To be fair to Drinkwitz, I don’t think this is the way he wants to do it. He’s spent most of the last two summers telling us the Tigers have to be more aggressive, have to push the envelope, have to throw the ball downfield, have to find some explosive plays. And then he’s gone out and coached a whole bunch of rock fights, hoping to land one more than he absorbs. But I don’t think he plans to do it. I don’t think he spends the entire offseason lying to us.
He tells us the team he wants to have. Then he coaches the one he does have. And the one he does have simply hasn’t looked equipped to be aggressive and exciting. The last couple versions of the Tigers have scratched and clawed their way to six wins and minor bowl games despite offenses that mostly dink and dunk and bubble screen and jet sweep their way to somewhere around 20 points and hope that’s good enough to ask the defense to deliver a win.

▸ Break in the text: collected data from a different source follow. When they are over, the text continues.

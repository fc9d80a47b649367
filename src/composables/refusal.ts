import type { FieldError } from '#shared/http/problem'

/** The part of a failed request that a page shows. `ApiError` of the client has this shape. */
export interface Refusal {
  status: number
  code: string
  message: string
  fields: FieldError[]
}

export function asRefusal(error: unknown): Refusal | undefined {
  if (!(error instanceof Error) || !('code' in error) || !('status' in error)) return undefined
  const { code, status, message } = error
  if (typeof code !== 'string' || typeof status !== 'number') return undefined
  const fields = 'fields' in error && Array.isArray(error.fields) ? (error.fields as FieldError[]) : []
  return { code, status, message, fields }
}

/** One sentence that says what went wrong and what to do. What is no refusal is a slip of ours. */
export function sayWhy(error: unknown): string {
  return asRefusal(error)?.message ?? 'Something went wrong on our side. Try again in a moment.'
}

It happened again on Saturday. The Tigers ran the ball 46 times and threw it just 19.
“No, that wasn’t the game plan,” Drinkwitz said.
But as the night unfolded, it’s what they had to do. Or at least what Drinkwitz felt they had to do. And, again, it worked. But the problem is, when you play that way, the margin for error is nearly non-existent. The defense has to be nearly perfect. The special teams can’t keep leaving points on the field. The offense has to quit committing penalties. Because when you can’t score much, it just takes one play to beat you. As much as everyone wanted to talk about Missouri being two plays from 8-4 a year ago, nobody wanted to acknowledge they were two plays from 4-8.

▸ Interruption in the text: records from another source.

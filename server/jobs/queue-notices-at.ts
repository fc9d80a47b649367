import { eq, inArray } from 'drizzle-orm'
import { addMinutes, type Instant } from '#shared/time/instant'
import { letters } from '../db/schema/notices.ts'
import { members } from '../db/schema/people.ts'
import { write, type Db } from '../db/open.ts'
import type { Deps } from '../deps.ts'
import { queueNotices } from './queue-notices.ts'

class DryRun extends Error {}

/** Queues what is due at the moment of the clock; a dry run takes it back, so that what is shown is what would really be written. */
export function queueAt(deps: Deps, { dryRun, leaveAt }: { dryRun: boolean; leaveAt: Instant }) {
  let notices: QueuedNotice[] = []
  try {
    write(deps.db, () => {
      const ids = queueNotices(deps)
      notices = describe(deps.db, ids)
      if (dryRun) throw new DryRun()
      sendFrom(deps.db, ids, leaveAt)
    })
  } catch (error) {
    if (!(error instanceof DryRun)) throw error
  }
  return notices
}

type QueuedNotice = ReturnType<typeof describe>[number]

const describe = (db: Db, ids: string[]) =>
  db
    .select({
      kind: letters.kind,
      memberId: letters.memberId,
      to: members.email,
      subject: letters.subject,
      aboutType: letters.aboutType,
      aboutId: letters.aboutId,
      dedupeKey: letters.dedupeKey,
    })
    .from(letters)
    .leftJoin(members, eq(members.id, letters.memberId))
    .where(inArray(letters.id, ids))
    .orderBy(letters.dedupeKey)
    .all()

/** The moment asked about decides which letters; they leave by the clock on the wall, whichever side of it that moment lies. */
function sendFrom(db: Db, ids: string[], at: Instant) {
  const set = { queuedAt: at, sendAfter: at, usefulUntil: addMinutes(at, 24 * 60) }
  db.update(letters).set(set).where(inArray(letters.id, ids)).run()
}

How close is this team to breaking through? Drinkwitz sighed when I asked him that.
"I think there’s a lot of things to work on," he said. "There’s just so much to work on. Lack of explosiveness offensively, the short yardage debacles, missed extra point...
"We'll hear it all week and that's probably fine."
Until we see evidence to the contrary, this is what Mizzou football is and who Drinkwitz is. No longer do the Tigers have a brash young coach who throws caution to the wind roaming the sidelines. Instead, they have a fourth-year coach leaning on his defense to be nearly perfect to bail out a struggling offense that is trying to figure out things on the fly and a special teams unit that is more often costly than beneficial. Either those issues will be ironed out and Missouri will take the step forward we’ve all been waiting to see for the last eight years or they won’t and the Tigers will be trying to be just a little more accurate than their opposition in yet another series of knockdown, drag out rock fights, hoping that they win enough that Drinkwitz can come back and try finally to field the team he wants to in year five.